Seringkali saat kontrol sayalah yang lebih cerewet dengan dokter untuk menanyakan perkembangan luka. Menanyakan kemungkianan-kemungkinan yang terjadi jika gerakan berlebihan dan mengkonsultasikan perkembangan dan hambatan yang saya rasakan. Saat pemberian obat saya bernegosiasi untuk tidak mengonsumsi obat yang sudah tidak diperlukan meskipun secara umum seharusnya masih mengonsumsi. Saya memilih untuk bernegosiasi dengan dokter, selain mengurangi konsumsi obat juga menghemat biaya. Ah, saya pasien yang cerewet memang.
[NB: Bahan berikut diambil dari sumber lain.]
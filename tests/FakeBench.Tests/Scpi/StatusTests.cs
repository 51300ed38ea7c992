using System.Globalization;
using System.Text;
using System.Text.Json;
using FakeBench.Scpi;

namespace FakeBench.Tests.Scpi;

public sealed class StatusTests
{
    private readonly Interpreter _scpi = new(() => "A,B,0,1", () => { });

    public static TheoryData<string, int, string, int> Table() => new(
        ScpiReference.Cases("errors.json", "table").Select(c => (
            c.Text("id"),
            c.GetProperty("number").GetInt32(),
            c.Text("text"),
            c.GetProperty("esr_bit") is { ValueKind: JsonValueKind.Number } bit ? bit.GetInt32() : -1)));

    [Theory]
    [MemberData(nameof(Table))]
    public void A_number_has_the_standards_text_and_event_bit(string id, int number, string text, int bit)
    {
        Assert.Equal(text, StandardErrors.Text(number));
        Assert.True(bit == (StandardErrors.EventBit(number) ?? -1), id);
    }

    // The comments name cases of tests/reference/scpi/errors.json, "behaviour".
    [Fact] // B001
    public void The_queue_gives_the_oldest_first()
    {
        _scpi.Obey("FOO");
        _scpi.Obey("*ESE 256");
        Assert.StartsWith("-113,", Ask("SYST:ERR?"), StringComparison.Ordinal);
        Assert.StartsWith("-222,", Ask("SYST:ERR?"), StringComparison.Ordinal);
        Assert.Equal("0,\"No error\"", Ask("SYST:ERR?"));
    }

    [Fact] // B002
    public void An_overflowing_queue_keeps_the_oldest_and_ends_in_350()
    {
        _scpi.Obey("*ESE 256");
        for (int i = 0; i < 40; i++)
        {
            _scpi.Obey("FOO");
        }

        Assert.Equal(ErrorList.Capacity.ToString(CultureInfo.InvariantCulture), Ask("SYST:ERR:COUN?"));
        string[] entries = [.. Enumerable.Range(0, ErrorList.Capacity).Select(_ => Ask("SYST:ERR?"))];
        Assert.StartsWith("-222,", entries[0], StringComparison.Ordinal);
        Assert.All(entries[1..^1], e => Assert.StartsWith("-113,", e, StringComparison.Ordinal));
        Assert.Equal("-350,\"Queue overflow\"", entries[^1]);
        Assert.Equal("0,\"No error\"", Ask("SYST:ERR?"));
    }

    [Fact] // B003
    public void Clear_empties_queue_and_events_and_leaves_enables()
    {
        _scpi.Obey("*ESE 60;*SRE 32;FOO");
        _scpi.Status.Operation.SetCondition(8);
        _scpi.Obey("*CLS");
        Assert.Equal("0;0;0;60;32", Ask("SYST:ERR:COUN?;*ESR?;:STAT:OPER?;*ESE?;*SRE?"));
    }

    [Fact] // B004
    public void Reset_leaves_queue_events_and_enables()
    {
        _scpi.Obey("*CLS;*ESE 60;FOO;*RST");
        Assert.Equal("1;32;60", Ask("SYST:ERR:COUN?;*ESR?;*ESE?"));
    }

    [Fact] // B005
    public void Status_bit_2_stands_until_the_queue_is_empty()
    {
        _scpi.Obey("FOO");
        Assert.Equal("4", Ask("*STB?"));
        Ask("SYST:ERR?");
        Assert.Equal("0", Ask("*STB?"));
    }

    [Fact] // B006, B008
    public void Reading_the_event_register_clears_it()
    {
        Assert.Equal("128", Ask("*ESR?")); // power on, IEEE 488.2, 11.5.1
        _scpi.Obey("FOO");
        Assert.Equal("32", Ask("*ESR?"));
        Assert.Equal("0", Ask("*ESR?"));
    }

    [Fact] // B007
    public void An_enabled_event_reaches_the_master_summary()
    {
        _scpi.Obey("*CLS;*ESE 60;*SRE 32;FOO");
        Ask("SYST:ERR?");
        Assert.Equal("96", Ask("*STB?"));
    }

    [Fact]
    public void A_reply_that_waits_shows_as_message_available() =>
        Assert.Equal("1;16", Ask("*OPC?;*STB?")); // bit 4, IEEE 488.2, 11.2

    [Fact]
    public void A_register_latches_what_rose_until_it_is_read()
    {
        _scpi.Obey("STAT:OPER:ENAB 32");
        _scpi.Status.Operation.SetCondition(32);
        _scpi.Status.Operation.SetCondition(0);
        Assert.Equal("128;0;32;0;0", Ask("*STB?;STAT:OPER:COND?;EVEN?;EVEN?;:STAT:QUES?"));
    }

    [Fact]
    public void Bit_15_of_a_register_and_bit_6_of_the_request_mask_do_not_exist()
    {
        _scpi.Obey("STAT:QUES:ENAB 65535;*SRE 255");
        Assert.Equal("32767;191", Ask("STAT:QUES:ENAB?;*SRE?")); // SCPI-1999 volume 2, 20; IEEE 488.2, 11.3
        _scpi.Obey("STAT:PRES");
        Assert.Equal("0", Ask("STAT:QUES:ENAB?"));
    }

    [Fact]
    public void The_common_queries_answer() =>
        Assert.Equal("A,B,0,1;0;1999.0", Ask("*IDN?;*TST?;:SYST:VERS?"));

    [Fact]
    public void After_a_faulty_unit_the_rest_is_obeyed() => Assert.Equal("1", Ask("FOO;*OPC?"));

    [Fact]
    public void A_detail_is_quoted_and_cut_to_255_characters()
    {
        _scpi.Status.Report(-102, "near \"VOLT\"");
        Assert.Equal("-102,\"Syntax error;near \"\"VOLT\"\"\"", Ask("SYST:ERR?")); // errors.json, Q008
        _scpi.Status.Report(-102, new string('x', 400));
        Assert.Equal("-102,\"".Length + 255 + 1, Ask("SYST:ERR?").Length);
    }

    private string Ask(string message) => Encoding.Latin1.GetString(_scpi.Obey(message).Finish()).TrimEnd('\n');
}
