using BenchRunner.Signals.Analysis;
using BenchRunner.Signals.Corrections;
using BenchRunner.Signals.Tests.Support;
using BenchRunner.Signals.Traces;

namespace BenchRunner.Signals.Tests.Corrections;

/// <summary>The skew between current and voltage from the dip at turn-on, on simulated records whose skew is stated
/// (tests/reference/waveforms).</summary>
public sealed class SkewFromDipTests(ITestOutputHelper output)
{
    /// <summary>True skew: hv650snap-measured.json; loop inductance that vds sees: 24.1 nH, by the deck.</summary>
    [Fact]
    public void The_skew_of_a_measured_like_record_is_found_within_a_third_of_a_sample()
    {
        const double truth = 4.6e-9;
        Waveform record = Reference.Waveform("hv650snap-measured.csv.gz");
        AnalysisSettings known = Reference.Settings("hv650snap", measured: true);
        Dictionary<Channel, ChannelCorrection> corrections = new(known.Corrections);
        corrections[Channel.IdLow] = corrections[Channel.IdLow] with { Skew = 0 };

        SkewEstimate found = SkewFromDip.Estimate(record, known with { Corrections = corrections });

        output.WriteLine(found.ToString());
        Assert.Equal(truth, found.Skew!.Value, 0.3 * record.SampleInterval);
        Assert.InRange(found.StandardUncertainty!.Value, 0.05e-9, 0.5e-9);
        Assert.Equal(24.1e-9, found.LoopInductance!.Value, 0.15 * 24.1e-9);
    }

    [Theory]
    [InlineData("hv650soft")]
    [InlineData("hv650snap")]
    [InlineData("saturating")]
    public void Without_noise_the_skew_is_within_its_uncertainty_and_a_third_of_a_sample(string scenario)
    {
        Waveform clean = Reference.Waveform($"{scenario}-clean.csv.gz");
        AnalysisSettings late = Reference.Settings(scenario, measured: false) with
        {
            Corrections = new Dictionary<Channel, ChannelCorrection> { [Channel.IdLow] = new(1, null, -2.3e-9) },
        };

        SkewEstimate found = SkewFromDip.Estimate(clean, late);

        output.WriteLine(found.ToString());
        Assert.Equal(2.3e-9, found.Skew!.Value, 0.3 * clean.SampleInterval);
        Assert.Equal(2.3e-9, found.Skew.Value, 2 * found.StandardUncertainty!.Value);
    }

    /// <summary>200 draws of the recording chain; a draw without an answer counts as outside.</summary>
    [Theory]
    [Trait("kind", "slow")]
    [InlineData("hv650soft")]
    [InlineData("hv650snap")]
    [InlineData("saturating")]
    public void Twice_the_stated_uncertainty_holds_95_percent_of_the_draws(string scenario) =>
        new SkewDraw(scenario, Channel.IdLow).Holds(SkewFromDip.Estimate, 4.6, output);

    [Fact]
    public void Without_the_current_or_without_on2_there_is_a_reason()
    {
        Waveform whole = Reference.Waveform("hv650snap-clean.csv.gz");
        AnalysisSettings settings = Reference.Settings("hv650snap", measured: false);

        Assert.Contains("id_low", Estimate(SkewDraw.Only(whole, whole.Count, Channel.VgsLow, Channel.VdsLow)).Reason!,
            StringComparison.Ordinal);
        Assert.NotNull(Estimate(SkewDraw.Only(whole, whole.Count / 2, [.. whole.Channels])).Reason);
        Assert.NotNull(Estimate(SkewDraw.Only(whole, 0, [.. whole.Channels])).Reason);

        SkewEstimate Estimate(Waveform waveform) => SkewFromDip.Estimate(waveform, settings);
    }

    [Fact]
    public void A_shorted_high_side_has_a_reason_or_a_wide_uncertainty()
    {
        SkewEstimate found = SkewFromDip.Estimate(
            Reference.Waveform("shorted-clean.csv.gz"), Reference.Settings("shorted", measured: false));

        output.WriteLine(found.ToString());
        Assert.True(found.Reason is not null || Math.Abs(found.Skew!.Value) <= 2 * found.StandardUncertainty!.Value);
    }
}
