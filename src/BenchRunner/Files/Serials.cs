using BenchRunner.Acceptance.Files;
using BenchRunner.Acceptance.Sequences;
using BenchRunner.Runner.Sessions;

namespace BenchRunner.Files;

/// <summary>Serials of the command line, or of standard input where <c>-</c> is given: a bar-code reader types
/// them.</summary>
/// <remarks>A serial of a wrong form on the command line ends everything before it begins; from a reader it is said and
/// skipped.</remarks>
internal sealed class Serials : IDeviceSource
{
    private readonly Queue<string> _waiting;
    private readonly Sequence _sequence;
    private readonly bool _fromInput;
    private readonly Action<string> _complain;
    private int _line;

    /// <summary>Takes what the command line says.</summary>
    /// <exception cref="InputException">A serial has a wrong form, or <c>-</c> stands beside serials.</exception>
    public Serials(IReadOnlyList<string> given, Sequence sequence, Action<string> complain)
    {
        _sequence = sequence;
        _complain = complain;
        _fromInput = given.Contains("-");
        if (_fromInput && given.Count > 1)
        {
            throw new InputException("--device - reads serials from standard input; give no other --device beside it");
        }

        _waiting = _fromInput ? [] : new Queue<string>(given);
        string[] wrong =
            [.. _waiting.Select(serial => Check(serial, "--device")).OfType<Problem>().Select(p => p.ToString())];
        if (wrong.Length > 0)
        {
            throw new InputException(string.Join(Environment.NewLine, wrong));
        }
    }

    public IReadOnlyList<string> Waiting => [.. _waiting];

    public async Task<string?> Next(CancellationToken cancel)
    {
        if (!_fromInput)
        {
            return _waiting.TryDequeue(out string? next) ? next : null;
        }

        // The console's own reader would block a cancelled run until the next scan.
        while (await Task.Run(System.Console.In.ReadLine, CancellationToken.None).WaitAsync(cancel) is { } typed)
        {
            _line++;
            string serial = typed.Trim();
            if (serial.Length == 0)
            {
                continue;
            }

            if (Check(serial, $"standard input:{_line}") is not { } problem)
            {
                return serial;
            }

            _complain(problem.ToString());
        }

        return null;
    }

    private Problem? Check(string serial, string source) => SerialForm.Check(serial, _sequence, source);
}
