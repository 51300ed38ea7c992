namespace BenchRunner.Files;

/// <summary>A bar-code reader, or whoever types in its place.</summary>
internal interface ISerialReader
{
    /// <summary>The next serial of the right form; null where no more will come.</summary>
    Task<string?> Next(CancellationToken cancel);

    /// <summary>Serials that came before they were asked for.</summary>
    IReadOnlyList<string> Waiting { get; }
}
Sebenarnya saya tidak terbiasa untuk mengalihkan tanggungjawab kondisi badan saya pada orang lain. Saya harus benar-benar mengetahui dan memahami kondisi badan apalagi ketika sakit. Ini adalah badan saya dan sayalah yang merasakan sakit. Betapa bandelnya saya memang. Dengan memahami kondisi badan, saya akan bisa mengukur dan menakar aktifitas saya saat sakit. Hanya terhadap sakit yang tidak saya kenal baik, saya akan berusaha mengonsultasikannya dengan pihak lain salah satunya dokter sampai saya benar-benar memahami dimana positifnya dan dimana negatifnya. 

 
Mungkin selamanya saya tidak bisa berdamai dengan dokter apalagi dokter yang memonopoli kondisi kesehatan saya. Bagi saya kesembuhan orang sakit adalah X factor. Selain obat bisa berupa kondisi psikis, perawatan keluarga, keikhlasan untuk menerima kondisi fisiknya, sikap optimis dan semangat untuk sembuh, pemahaman terhadap kondisi tubuh serta doa. Diatas itu semua masih ada Tuhan sebagai pemilik sakit sekaligus pemilik obat. Jadi saat sakit, saya akan berusaha mencari dan memahami X factor sebaik-baiknya.